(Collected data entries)
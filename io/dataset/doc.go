// Package dataset reads a data file — CSV, TSV or Parquet — through Apache
// Arrow into typed columns, and hashes its bytes for the provenance ledger.
//
// It decides nothing about pairing or statistics: [Read] returns the columns
// a [Spec] asks for, in the order asked, with missing values marked, and
// reports any cell it cannot read as a [*CellError] that names the file, the
// data row, the column and the value.
//
// Nor does it guess a file's format: the caller names it in [Spec.Format]
// (the recipe package decides what a file's extension means, and
// [ParseFormat] reads the recipe's word).
//
// # Hashes
//
// [Table.SHA256] is the hash of the bytes that were parsed. A CSV or TSV file
// is read once, in blocks that are hashed as they are read and then parsed.
// A Parquet file is read out of order, so it is hashed through the handle
// that parses it, before and after parsing; if the two hashes differ, Read
// fails with an error saying that the file changed while it was being read.
//
// # Speed and memory
//
// Read uses every core (GOMAXPROCS) and gives the same result whatever
// their number. A CSV or TSV file is cut into chunks of whole records,
// which are parsed in parallel by a tokenizer of this package (the rules of
// encoding/csv, numbers by strconv.ParseFloat) and appended in file order.
// A Parquet file is read by leaf column and row group in parallel, through
// Arrow's Parquet reader, straight into the columns. Only the requested
// columns are converted and kept; besides them, a read holds a few blocks
// or batches per core, and leaves garbage for the collector (Parquet pages).
// Reading two float columns of 10⁷ rows (160 MB as float64) peaked at about
// 200 MiB of heap from CSV and 260 MiB from Parquet when measured
// (BenchmarkReadCSV and BenchmarkReadParquet report it).
//
// # Column kinds
//
//   - [Numeric]: numbers, returned as float64.
//   - [Ordinal]: text with a declared order. The label at position i
//     (0-based) of [ColumnSpec.Levels], listed low to high, becomes i+1.
//   - [Label]: text kept as text, for grouping columns.
//
// One column may be requested twice, as a Label and as a Numeric or Ordinal
// column, when a recipe uses it both as a variable and for grouping; it is
// then returned twice, once per kind, and [Table.Column] finds each by name
// and kind.
//
// # Value rules (CSV and TSV)
//
// The first record of the file is the header. A UTF-8 byte order mark before
// it is dropped, CRLF line endings are accepted, fields may be quoted (a
// quoted field may hold the separator, quotes written twice, and line
// breaks), and every record must have as many fields as the header. Blank
// lines are skipped and do not count as rows. TSV follows the same rules
// with a tab as the separator, so a TSV field may be quoted too. Header names are compared
// exactly, without trimming or case folding.
//
// A cell equal to one of [Spec.Missing] is missing, whatever the column's
// kind. The comparison is exact: no trimming and no case folding, so with
// Missing = ["NA"] the cells "na" and " NA" are not missing. List "" to
// read empty cells as missing; an empty cell that is not declared missing is
// an error in a Numeric or Ordinal column and an empty label in a Label
// column.
//
// A Numeric cell that is not missing is trimmed of surrounding ASCII spaces
// and tabs and parsed with [strconv.ParseFloat], which rounds correctly to
// the nearest float64 and also accepts exponents, hexadecimal floats and
// underscores as that function does. Then:
//
//   - "NaN", in any case, is missing (it has no rank);
//   - "Inf", "+Inf", "-Inf", "Infinity" (any case) are kept as ±Inf, since
//     an extreme value has a well-defined rank;
//   - a value beyond the float64 range, such as 1e400, is an error rather
//     than a silent infinity; a value too small to represent rounds to zero
//     or a subnormal number, as [strconv.ParseFloat] does;
//   - a value written with a decimal comma ("3,5", quoted in a CSV) is an
//     error whose hint says so;
//   - anything else that is not a number is an error.
//
// An Ordinal cell must equal one of the levels exactly (no trimming, case
// matters); otherwise the error names the label and lists the levels.
//
// A Label cell is kept as written. Repeated labels share one string.
//
// # Value rules (Parquet)
//
// Columns are found by their top-level name. Integer (signed and unsigned),
// float32, float64 and decimal columns can be read as Numeric; Parquet nulls
// are missing, and NaN in a float column is missing too. String columns (and
// dictionary-encoded strings) can be read as Ordinal or Label, and so can
// integer columns, whose values are then written in decimal ("3") before
// they are matched against the levels. Asking for a Numeric column stored
// as text, for a float or decimal column as Ordinal or Label, or for any
// kind of a boolean, temporal or nested column, is a [*ColumnError] that
// names the file, the column and its type. [Spec.Missing] does not
// apply to Parquet, whose nulls already say what is missing.
//
// # Errors
//
// Problems in the data are typed so that a caller can point at the recipe
// line that asked for the column: [*CellError] for a cell or a row that
// cannot be read, [*MissingColumnError] for a requested column the file
// lacks, and [*ColumnError] for a requested column that cannot be read as a
// whole: a Parquet type that does not fit the kind asked for, or a name that
// the header holds more than once. (A repeated name that is not requested
// does no harm, and [Header] returns every name, repeats included.)
// Rows are counted from 1 after the header; for CSV and TSV the file line
// where the row starts is given as well.
package dataset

## EXERCISE INSTRUCTIONS
The answer consists of the lines above that include the word "before", each copied exactly.

## REPLY
// that parses it, before and after parsing; if the two hashes differ, Read
// The first record of the file is the header. A UTF-8 byte order mark before
// integer columns, whose values are then written in decimal ("3") before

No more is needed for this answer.